Let me explain further. If the market is moving up and down methodically and you tried to pick direction at a point in time you would probably be right about 50% of the time. But if the market has become out of balance and is reacting to the psychology of participants you can be right MUCH more often than that if you can correctly identify these conditions. Then add in the filter of doing it only at key levels where the volatility is such that you can also benefit from increased noise that magnifies the moves, AND making sure congruent markets aren’t opposing you, AND watching the underlying cash index for opposition, AND incorporating sentiment and news information, AND, AND, AND — all adds to the edge until you get to the point where you either win or stand aside the vast majority of the time.
But again, if you strip out all the “extras” that add to the edge you are probably going to go from 50% to at least 60% and maybe as much as 70% just by limiting your trading to times when you KNOW (yes, know – not guessing) that there is at very least a DOUBLE directional force in the market at the time you are trading. It is an indisputable fact that any market will move more and faster when there is twice as much relative buying or selling. Why twice? Simple. Think about it. The market is at a key level and breaks out by a tick. A huge number of traders are optimistic about the breakout and get long. But right after the breakout an even more powerful group decides to sell which starts the market on a downward path. Then comes the key part. Very shortly after that the original group that bought the break WILL realize they are wrong and have no choice but to exit. So now you have that selling PLUS the original selling that nobody could predict (no more than one can predict what breakout will work, etc.) and maybe even more selling with new sellers seeing the momentum and chasing it. And all we had to do was one simple thing at the core: Identify when someone (not us) tried to predict the market and was WRONG.

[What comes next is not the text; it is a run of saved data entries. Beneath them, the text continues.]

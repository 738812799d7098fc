import { describe, expect, it } from 'vitest'
import request from 'supertest'

// Two app instances (two nodes) against one database, each with its own limiter objects, as two processes
// behind a balancer would have. Small budgets here; TRUST_PROXY lets each test speak from its own address.
const { appNodes } = await import('../helpers/nodes')
const { nodes } = await appNodes({ LOGIN_RATE_LIMIT: '4', SIGN_IN_FAILURES_PER_ACCOUNT: '3', SIGN_IN_BACKOFF_MAX_MS: '300', TRUST_PROXY: 'true' })
const { makeUser, uniqueEmail } = await import('../helpers/api')
const { models } = await import('../../server/db/models')
const { sweepRateLimits } = await import('../../server/middleware/rate-limit-store')
const { db } = await import('../../server/db/sequelize')

async function on(node: 0 | 1, address: string) {
  const agent = request.agent(nodes[node].app)
  const { body } = await agent.get('/api/auth/csrf').expect(200)
  return {
    login: (email: string, password: string) => agent.post('/api/auth/login').set('X-CSRF-Token', body.token).set('X-Forwarded-For', address).send({ email, password }),
    reset: (email: string) => agent.post('/api/auth/password-reset/request').set('X-CSRF-Token', body.token).set('X-Forwarded-For', address).send({ email }),
  }
}

describe('rate-limit counters live in PostgreSQL, shared by every node', () => {
  it('failed sign-ins on one account from one address spread over two nodes are counted together (3 failures, then 429 on either node); the owner elsewhere signs in', async () => {
    const victim = await makeUser('listener')
    await (await on(0, '198.51.100.21')).login(victim.email, 'wrong-password-123').expect(401)
    await (await on(1, '198.51.100.21')).login(victim.email, 'wrong-password-123').expect(401)
    await (await on(0, '198.51.100.21')).login(victim.email, 'wrong-password-123').expect(401)
    expect((await (await on(1, '198.51.100.21')).login(victim.email, victim.password).expect(429)).body.error.code).toBe('rate_limited')
    expect((await (await on(0, '198.51.100.21')).login(victim.email, victim.password).expect(429)).body.error.code).toBe('rate_limited')
    await (await on(1, '198.51.100.25')).login(victim.email, victim.password).expect(200)
  })

  it('failures from one address alternate between nodes and the 5th answers 429; successes on both nodes never count', async () => {
    for (let i = 0; i < 6; i++) {
      const u = await makeUser('listener')
      await (await on((i % 2) as 0 | 1, '192.0.2.40')).login(u.email, u.password).expect(200)
    }
    for (let i = 0; i < 4; i++) await (await on((i % 2) as 0 | 1, '192.0.2.40')).login(uniqueEmail('guess'), 'wrong-password-123').expect(401)
    await (await on(0, '192.0.2.40')).login(uniqueEmail('guess'), 'wrong-password-123').expect(429)
    await (await on(1, '192.0.2.40')).login(uniqueEmail('guess'), 'wrong-password-123').expect(429)
    // another address keeps its own budget, and another account on the blocked address is limited only by address
    await (await on(1, '192.0.2.41')).login(uniqueEmail('guess'), 'wrong-password-123').expect(401)
  })

  it('reset-link requests count every request, across nodes, in a budget of their own', async () => {
    for (let i = 0; i < 4; i++) await (await on((i % 2) as 0 | 1, '192.0.2.60')).reset(uniqueEmail('forgot')).expect(202)
    await (await on(1, '192.0.2.60')).reset(uniqueEmail('forgot')).expect(429)
    // sign-in failures from that address still have their own budget
    await (await on(0, '192.0.2.60')).login(uniqueEmail('guess'), 'wrong-password-123').expect(401)
  })

  it('no client key is stored in the clear (e-mail addresses are hashed)', async () => {
    const email = uniqueEmail('hashed')
    await (await on(0, '192.0.2.70')).login(email, 'wrong-password-123').expect(401)
    const keys = (await models().RateLimitHit.findAll()).map((r) => r.key)
    expect(keys.length).toBeGreaterThan(0)
    for (const k of keys) {
      expect(k).toMatch(/^[a-z-]+:[0-9a-f]{64}$/)
      expect(k).not.toContain(email)
    }
  })

  it('expired counters are deleted by the sweep, and a blocked account signs in again once its window ended', async () => {
    const u = await makeUser('listener')
    for (let i = 0; i < 3; i++) await (await on((i % 2) as 0 | 1, '203.0.113.60')).login(u.email, 'wrong-password-123').expect(401)
    await (await on(0, '203.0.113.60')).login(u.email, u.password).expect(429)
    // end every window now (the database's clock decides, as in the store)
    await models().RateLimitHit.update({ resetAt: db().literal("now() - interval '1 second'") as unknown as Date }, { where: {} })
    expect(await sweepRateLimits()).toBeGreaterThan(0)
    expect(await models().RateLimitHit.count()).toBe(0)
    await (await on(1, '203.0.113.60')).login(u.email, u.password).expect(200)
  })
})
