import { afterAll, describe, expect, it } from 'vitest'

// This file's app gets a small sign-in budget; the other test files run with a large one.
process.env.LOGIN_RATE_LIMIT = '3'
const { client, closeTestApp, uniqueEmail } = await import('../helpers/api')

afterAll(closeTestApp)

describe('POST /api/auth/login rate limit (express-rate-limit)', () => {
  it('after 3 attempts from one address the 4th answers 429 rate_limited with a Retry-After hint', async () => {
    const c = await client()
    for (let i = 0; i < 3; i++) await c.post('/api/auth/login', { email: uniqueEmail('guess'), password: 'wrong-password-123' }).expect(401)
    const res = await c.post('/api/auth/login', { email: uniqueEmail('guess'), password: 'wrong-password-123' }).expect(429)
    expect(res.body.error.code).toBe('rate_limited')
    expect(res.headers['ratelimit-policy'] ?? res.headers['ratelimit']).toBeDefined()
  })
})

describe('POST /api/auth/password-reset/request rate limit', () => {
  it('after 3 requests from one address the 4th answers 429, whatever e-mail it names; sign-in keeps its own budget', async () => {
    const c = await client()
    for (let i = 0; i < 3; i++) await c.post('/api/auth/password-reset/request', { email: uniqueEmail('forgot') }).expect(202)
    const res = await c.post('/api/auth/password-reset/request', { email: uniqueEmail('forgot') }).expect(429)
    expect(res.body.error.code).toBe('rate_limited')
  })
})
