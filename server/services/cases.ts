import type { Transaction } from 'sequelize'
import { findCase, insertCase, listCasesOfListener, setAssignee, updateCaseFields, updateStatus } from '../data/cases'
import { findRoom } from '../data/rooms'
import { insertEvent } from '../data/events'
import { findUserById } from '../data/users'
import { withTransaction } from '../db/transaction'
import { AppError, badRequest, conflict, forbidden, notFound } from '../errors'
import { findTransition } from '../../shared/case-workflow'
import type { CaseDetail, CaseStatus, CreateCaseInput, UpdateCaseInput } from '../../shared/schemas/case'
import { createCaseSchema } from '../../shared/schemas/case'
import type { User } from '../../shared/schemas/auth'
import { isStaff, readableCase } from './access'
import { prepareTriage, storeTriage, type PreparedAnalysis } from './triage'
import { publishCase, publishQueue } from './live'
import { notifyListener } from './notify'

export async function createCase(user: User, input: CreateCaseInput): Promise<CaseDetail> {
  const body = createCaseSchema.parse(input)
  const room = await findRoom(body.roomId)
  if (!room || room.ownerId !== user.id) throw badRequest('Choose one of your own rooms', [{ path: 'roomId', message: 'not one of your rooms' }])
  const id = await withTransaction(async (t) => {
    const id = await insertCase({ listenerId: user.id, roomId: room.id, roomRevision: room.revision, title: body.title, description: body.description, answers: body.answers }, t)
    await insertEvent({ caseId: id, actorId: user.id, kind: 'created', toStatus: 'draft' }, t)
    return id
  })
  return (await findCase(id))!
}

export const listMyCases = (user: User) => listCasesOfListener(user.id)

/** One PATCH: field edits (listener, draft only), a status move and/or an assignment, in one transaction. */
export async function updateCase(user: User, caseId: string, patch: UpdateCaseInput): Promise<CaseDetail> {
  const current = await readableCase(user, caseId)
  const edits = patch.title !== undefined || patch.description !== undefined || patch.answers !== undefined || patch.roomId !== undefined
  if (edits) {
    if (current.listenerId !== user.id) throw forbidden('Only the listener edits their case')
    if (current.status !== 'draft') throw conflict('A submitted case can no longer be edited; add a message instead', 'not_draft')
  }
  if (patch.fromStatus && patch.fromStatus !== current.status) {
    throw conflict(`The case is now "${current.status}", not "${patch.fromStatus}"; reload to see what changed`, 'stale')
  }
  if (patch.assigneeId !== undefined && !isStaff(user)) throw forbidden('Only advisors and supervisors assign cases')

  // A submission's triage is computed here, in the worker pool, before the transaction opens.
  let prepared: PreparedAnalysis | undefined
  if (patch.status === 'submitted' && current.status === 'draft') {
    if (patch.roomId) {
      const room = await findRoom(patch.roomId)
      if (!room || room.ownerId !== user.id) throw badRequest('Choose one of your own rooms', [{ path: 'roomId', message: 'not one of your rooms' }])
      prepared = await prepareTriage(room.id)
    } else {
      prepared = await prepareTriage(current.room.id, current.room.revision)
    }
  }

  await withTransaction(async (t, afterCommit) => {
    if (edits) {
      let roomRevision: number | undefined
      if (patch.roomId) {
        const room = await findRoom(patch.roomId, undefined, t)
        if (!room || room.ownerId !== user.id) throw badRequest('Choose one of your own rooms', [{ path: 'roomId', message: 'not one of your rooms' }])
        roomRevision = room.revision
      }
      await updateCaseFields(caseId, { title: patch.title, description: patch.description, answers: patch.answers ? { ...current.answers, ...patch.answers } : undefined, roomId: patch.roomId, roomRevision }, t)
    }
    if (patch.assigneeId !== undefined) await assign(user, current, patch.assigneeId, patch.handoffNote, t)
    if (patch.status && patch.status !== current.status) {
      await moveCase(user, caseId, current.status, patch.status, t, afterCommit, {}, prepared)
    } else if (patch.status && patch.fromStatus === undefined && patch.status === current.status && !edits && patch.assigneeId === undefined) {
      throw conflict(`The case is already "${current.status}"`, 'stale')
    }
    afterCommit(() => {
      publishCase(caseId, { type: 'case.updated', caseId })
      publishQueue(caseId)
    })
  })
  return (await findCase(caseId))!
}

/**
 * A status move checked against the lifecycle; a move from a state the case has already left answers 409.
 * A submission stores the triage `prepared` before the transaction (no engine work in a transaction).
 */
export async function moveCase(user: User, caseId: string, from: CaseStatus, to: CaseStatus, t: Transaction, afterCommit: (cb: () => void) => void, data: object = {}, prepared?: PreparedAnalysis) {
  const c = await findCase(caseId, t)
  if (!c) throw notFound('That case')
  if (user.role === 'listener' && c.listenerId !== user.id) throw notFound('That case')
  if (!findTransition(from, to, user.role)) {
    throw new AppError(`A case cannot go from "${from}" to "${to}" (as ${user.role})`, { status: 409, code: 'bad_transition' })
  }
  if (!(await updateStatus(caseId, from, to, t))) throw conflict('Someone else changed this case first; reload to see what changed', 'stale')
  const seq = await insertEvent({ caseId, actorId: user.id, kind: from === 'closed' ? 'reopened' : 'status', fromStatus: from, toStatus: to, data }, t)
  if (to === 'submitted' && from === 'draft') {
    if (!prepared) throw new Error('a submission needs its triage prepared (prepareTriage) before the transaction')
    await storeTriage(caseId, prepared, t)
  }
  if (isStaff(user) && from === 'submitted' && to === 'in_review' && !c.assignee) {
    await setAssignee(caseId, user.id, undefined, t)
    await insertEvent({ caseId, actorId: user.id, kind: 'assigned', data: { assigneeId: user.id, assigneeName: user.name } }, t)
  }
  const kind = to === 'submitted' && from === 'draft' ? 'received' : to === 'closed' ? 'closed' : from === 'closed' ? 'reopened' : null
  if (kind) await notifyListener({ caseId, event: 'status-changed', vars: { change: kind } }, t)
  afterCommit(() => publishCase(caseId, { type: 'case.event', caseId, seq, kind: 'status' }))
}

async function assign(user: User, current: CaseDetail, assigneeId: string | null, note: string | undefined, t: Transaction) {
  if (assigneeId) {
    const target = await findUserById(assigneeId)
    if (!target || !target.active || (target.role !== 'advisor' && target.role !== 'supervisor')) {
      throw badRequest('Hand cases only to active advisors or supervisors', [{ path: 'assigneeId', message: 'not an active team member' }])
    }
    // An advisor may claim an unassigned case or hand on their own; supervisors reassign anything.
    if (user.role === 'advisor' && current.assignee && current.assignee.id !== user.id) {
      throw conflict(`${current.assignee.name} already has this case; ask them or a supervisor to hand it over`, 'assigned_elsewhere')
    }
    if (!(await setAssignee(current.id, assigneeId, current.assignee?.id ?? null, t))) throw conflict('Someone else changed the assignment first; reload', 'stale')
    await insertEvent({
      caseId: current.id, actorId: user.id, kind: assigneeId === user.id && !current.assignee ? 'claimed' : 'assigned',
      data: { assigneeId, assigneeName: target.name, fromAssigneeId: current.assignee?.id ?? null, note: note ?? null, internal: !!note },
    }, t)
  } else {
    if (user.role === 'advisor' && current.assignee && current.assignee.id !== user.id) throw forbidden('Only a supervisor may take a case away from another advisor')
    await setAssignee(current.id, null, current.assignee?.id ?? null, t)
    await insertEvent({ caseId: current.id, actorId: user.id, kind: 'unassigned', data: { fromAssigneeId: current.assignee?.id ?? null } }, t)
  }
}
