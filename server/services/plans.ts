import { findCase } from '../data/cases'
import { insertEvent } from '../data/events'
import { findPlanVersion, insertPlanVersion, listPlanVersions, markPlanSent } from '../data/plans'
import { findRoom } from '../data/rooms'
import { withTransaction } from '../db/transaction'
import { conflict, forbidden, notFound } from '../errors'
import { ENGINE_VERSION } from '../../shared/acoustics'
import { changeIds } from '../../shared/plan'
import type { User } from '../../shared/schemas/auth'
import type { Room } from '../../shared/schemas/room'
import { planBodySchema, type PlanBodyInput, type PlanVersion, type PlanVersionSummary, type SendPlanInput } from '../../shared/schemas/plan'
import { isStaff, readableCase } from './access'
import { moveCase } from './cases'
import { publishCase, publishQueue } from './live'
import { notifyListener } from './notify'
import { planPredictions, planPreview } from './plan-predictions'
import { renderPlanPdf } from './report-pdf'

const summaryOf = (p: PlanVersion, current: boolean): PlanVersionSummary => ({
  version: p.version, status: p.status, roomRevision: p.roomRevision, createdBy: p.createdBy, createdAt: p.createdAt, sentAt: p.sentAt,
  changeCount: changeIds(p.body).length, current,
})

async function caseRoom(roomId: string, revision: number): Promise<Room> {
  const room = await findRoom(roomId, revision)
  if (!room) throw notFound('The room of this case')
  return room.room
}

/** Staff see every version; the listener sees the versions that were sent. */
export async function listPlans(user: User, caseId: string): Promise<PlanVersionSummary[]> {
  await readableCase(user, caseId)
  const versions = await listPlanVersions(caseId, !isStaff(user))
  return versions.map((p, i) => summaryOf(p, i === 0))
}

/** One version with the room revision it was made for; a listener asking for a draft gets 404. */
export async function getPlan(user: User, caseId: string, version: number): Promise<PlanVersion & { room: Room; caseTitle: string }> {
  const c = await readableCase(user, caseId)
  const p = await findPlanVersion(caseId, version)
  if (!p || (!isStaff(user) && p.status !== 'sent')) throw notFound('That plan version')
  return { ...p, room: await caseRoom(p.roomId, p.roomRevision), caseTitle: c.title }
}

/** Saves the plan as the case's next version (a draft), with the engine's predictions stored beside it. */
export async function createPlan(user: User, caseId: string, input: PlanBodyInput): Promise<PlanVersion> {
  if (!isStaff(user)) throw forbidden('Only advisors and supervisors write plans')
  const c = await readableCase(user, caseId)
  if (c.status === 'closed') throw conflict('This case is closed; reopen it before revising the plan', 'closed')
  const body = planBodySchema.parse(input)
  const room = await caseRoom(c.room.id, c.room.revision)
  const predictions = await planPredictions(room, body)
  const version = await withTransaction(async (t, afterCommit) => {
    const v = await insertPlanVersion({ caseId, roomId: c.room.id, roomRevision: c.room.revision, body, predictions, engineVersion: ENGINE_VERSION, createdBy: user.id }, t)
    const seq = await insertEvent({ caseId, actorId: user.id, kind: 'plan-saved', data: { version: v, internal: true } }, t)
    afterCommit(() => publishCase(caseId, { type: 'case.event', caseId, seq, kind: 'plan-saved', internal: true }, { internal: true }))
    return v
  })
  return (await findPlanVersion(caseId, version))!
}

/** The e-mail's summary: the steps in order with their headline figures, then the predicted result. */
export function planEmailSummary(p: PlanVersion, message?: string): string {
  const pr = p.predictions
  const lines: string[] = []
  if (message?.trim()) lines.push(message.trim(), '')
  lines.push('**What to do, in this order**', '')
  pr.order.forEach((id, i) => {
    const c = pr.changes.find((x) => x.id === id)
    if (c) lines.push(`${i + 1}. ${c.title}`)
  })
  lines.push(
    '',
    `**Predicted at your seat:** bass peak-to-dip spread ${pr.before.spreadDb.toFixed(1)} → ${pr.after.spreadDb.toFixed(1)} dB; strong early reflections ${pr.before.firstInWindow} → ${pr.after.firstInWindow}; reverberation time at 500 Hz–1 kHz ${pr.before.rtMidS.toFixed(2)} → ${pr.after.rtMidS.toFixed(2)} s.`,
  )
  return lines.join('\n')
}

/**
 * Sends a version to the listener: the case moves to "plan sent" through the lifecycle (from the
 * status the advisor saw: another one answers 409), the version is stamped sent, and the listener's
 * e-mail is queued in the same transaction. A revision sent while the case is already "plan sent"
 * keeps the status. Only the newest version can be sent.
 */
export async function sendPlan(user: User, caseId: string, version: number, input: SendPlanInput): Promise<PlanVersion> {
  if (!isStaff(user)) throw forbidden('Only advisors and supervisors send plans')
  await readableCase(user, caseId)
  await withTransaction(async (t, afterCommit) => {
    const c = await findCase(caseId, t)
    if (!c) throw notFound('That case')
    if (c.status !== input.fromStatus) throw conflict(`The case is now "${c.status}", not "${input.fromStatus}"; reload to see what changed`, 'stale')
    const p = await findPlanVersion(caseId, version, t)
    if (!p) throw notFound('That plan version')
    if (p.sentAt) throw conflict(`Version ${version} was sent already`, 'already_sent')
    const newest = (await listPlanVersions(caseId, false, t))[0]
    if (newest && newest.version !== version) throw conflict(`Version ${newest.version} is newer; send that one or save a new version`, 'superseded')
    if (c.status !== 'plan_sent') await moveCase(user, caseId, c.status, 'plan_sent', t, afterCommit, { planVersion: version })
    if (!(await markPlanSent(caseId, version, user.id, t))) throw conflict(`Version ${version} was sent already`, 'already_sent')
    const seq = await insertEvent({ caseId, actorId: user.id, kind: 'plan-sent', data: { version } }, t)
    await notifyListener({ caseId, event: 'plan-sent', vars: { advisorName: user.name, summary: planEmailSummary(p, input.message) } }, t)
    afterCommit(() => {
      publishCase(caseId, { type: 'case.event', caseId, seq, kind: 'plan-sent' })
      publishCase(caseId, { type: 'case.updated', caseId })
      publishQueue(caseId)
    })
  })
  return (await findPlanVersion(caseId, version))!
}

/** Predictions, snap targets and setup suggestions for an unsaved plan on the case's current room. */
export async function previewPlan(user: User, caseId: string, input: PlanBodyInput) {
  if (!isStaff(user)) throw forbidden('Only advisors and supervisors preview plans')
  const c = await readableCase(user, caseId)
  const room = await caseRoom(c.room.id, c.room.revision)
  return { roomRevision: c.room.revision, ...(await planPreview(room, planBodySchema.parse(input))) }
}

/** The printable PDF of a version (same access as reading it). */
export async function planReport(user: User, caseId: string, version: number): Promise<{ pdf: Buffer; fileName: string }> {
  const p = await getPlan(user, caseId, version)
  const c = (await findCase(caseId))!
  const pdf = await renderPlanPdf({ plan: p, room: p.room, caseTitle: c.title, listenerName: c.listener.name })
  return { pdf, fileName: `roomwright-plan-v${version}.pdf` }
}
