import { addRoomRevision, findRoom, insertRoom, listRooms } from '../data/rooms'
import { openCasesForRoom, updateCaseFields } from '../data/cases'
import { insertEvent } from '../data/events'
import { withTransaction } from '../db/transaction'
import { badRequest, notFound } from '../errors'
import { materialIds } from '../../shared/acoustics'
import type { Room, RoomRecord } from '../../shared/schemas/room'
import type { User } from '../../shared/schemas/auth'
import { readableRoom } from './access'
import { analyseRoomOffThread, analyseRoomOffThreadJson, assertWithinEngineLimits, storeTriage } from './triage'
import { findUserById } from '../data/users'
import { publishCase, publishQueue } from './live'

/** Material ids must come from the engine's materials table (field paths in the 400). */
export function checkMaterials(room: Room) {
  const known = new Set(materialIds())
  const fields: { path: string; message: string }[] = []
  for (const [surface, id] of Object.entries(room.surfaces)) if (!known.has(id)) fields.push({ path: `surfaces.${surface}`, message: `unknown material "${id}"` })
  room.furnishings.forEach((f, i) => { if (!known.has(f.materialId)) fields.push({ path: `furnishings.${i}.materialId`, message: `unknown material "${f.materialId}"` }) })
  room.treatments.forEach((tr, i) => { if (tr.materialId && !known.has(tr.materialId)) fields.push({ path: `treatments.${i}.materialId`, message: `unknown material "${tr.materialId}"` }) })
  if (fields.length) throw badRequest('Some fields need another look', fields)
}

export async function createRoom(user: User, room: Room): Promise<RoomRecord> {
  checkMaterials(room)
  assertWithinEngineLimits(room)
  return insertRoom(user.id, room)
}

export const listMyRooms = (user: User) => listRooms(user.id)

export async function getRoom(user: User, id: string, revision?: number): Promise<RoomRecord> {
  return readableRoom(user, id, revision)
}

/**
 * Saving a room makes a new revision (old ones stay readable). Every open, submitted case on the room
 * moves to the new revision and gets a fresh triage; a draft just follows the room. The engine runs
 * first, in the worker pool; the transaction only writes.
 */
export async function saveRoomRevision(user: User, id: string, room: Room): Promise<RoomRecord> {
  checkMaterials(room)
  const existing = await findRoom(id)
  if (!existing || existing.ownerId !== user.id) throw notFound('That room')
  const prepared = { roomId: id, revision: null, analysis: await analyseRoomOffThread(room) }
  const touched: string[] = []
  const saved = await withTransaction(async (t, afterCommit) => {
    const saved = await addRoomRevision(id, room, user.id, t)
    for (const c of await openCasesForRoom(id, t)) {
      await updateCaseFields(c.id, { roomRevision: saved.revision }, t)
      if (c.status !== 'draft') {
        await insertEvent({ caseId: c.id, actorId: user.id, kind: 'room-revised', data: { revision: saved.revision } }, t)
        await storeTriage(c.id, prepared, t)
        touched.push(c.id)
      }
    }
    afterCommit(() => touched.forEach((cid) => { publishCase(cid, { type: 'case.updated', caseId: cid }); publishQueue(cid) }))
    return saved
  })
  return saved
}

/** The engine's analysis of an unsaved room as JSON text, computed and serialised in the worker pool; setup-flag messages in the signed-in person's units. */
export async function previewRoom(room: Room, userId?: string): Promise<string> {
  checkMaterials(room)
  const units = userId ? (await findUserById(userId))?.units ?? 'metric' : 'metric'
  return analyseRoomOffThreadJson(room, units)
}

In other words, we are trading on psychology – the pain (fear) of a large group of other traders. When traders fear or are otherwise taking heat they ALWAYS do the same thing: look for the door. It is really so very novel it almost seems like it couldn’t work. But it is pure as the driven snow. Now imagine knowing that the people who started the selling were institutional traders who will probably scale in more and add to it which will increase the speed, etc. Basically once you know a bunch of people picked a spot and were wrong, you know the market will almost always rotate at least half way back (which is usually at least 1.5-2 points of profit — in some conditions, far more) to pick up the stops of those traders. Of course it usually goes much further as you have the initiative activity in there as well. Plus the other nice thing is you either win it right there or you know it is one of those times that despite the trap setting up some buying came in for whatever reason and accidentally saved them before it reached the stops which of course happens too. But the success rate on this stuff is very, very high once you understand what is happening and what you are doing and focus on it. The levels are VERY important don’t get me wrong, as is handicapping them. But those are “supporting roles”. Pain itself is the setup and the most important part.
This harkens back to the floor days and is exactly why we trade this way. You used to have to buy a seat to “see” pain and capitalize on it. Now we do it with numbers but it is the same thing. Being in the pit and knowing that a big institution is trapped long and will be forced to sell or buy, etc. is what being a profitable local is all about. Finding a hole to sneak into where a bigger trader MUST pay you off. I have never known a floor trader who didn’t trade like this and survived. NOBODY and I mean NOBODY who is a serious short term trader that we know is arrogant enough to trade any market on technical or fundamental analysis alone. That is a sucker’s bet. You trade emotion, PERIOD. And then you filter and embellish with the other stuff to keep from over-trading and add little percentage edges on top of the core.
And that’s why our method of trading works.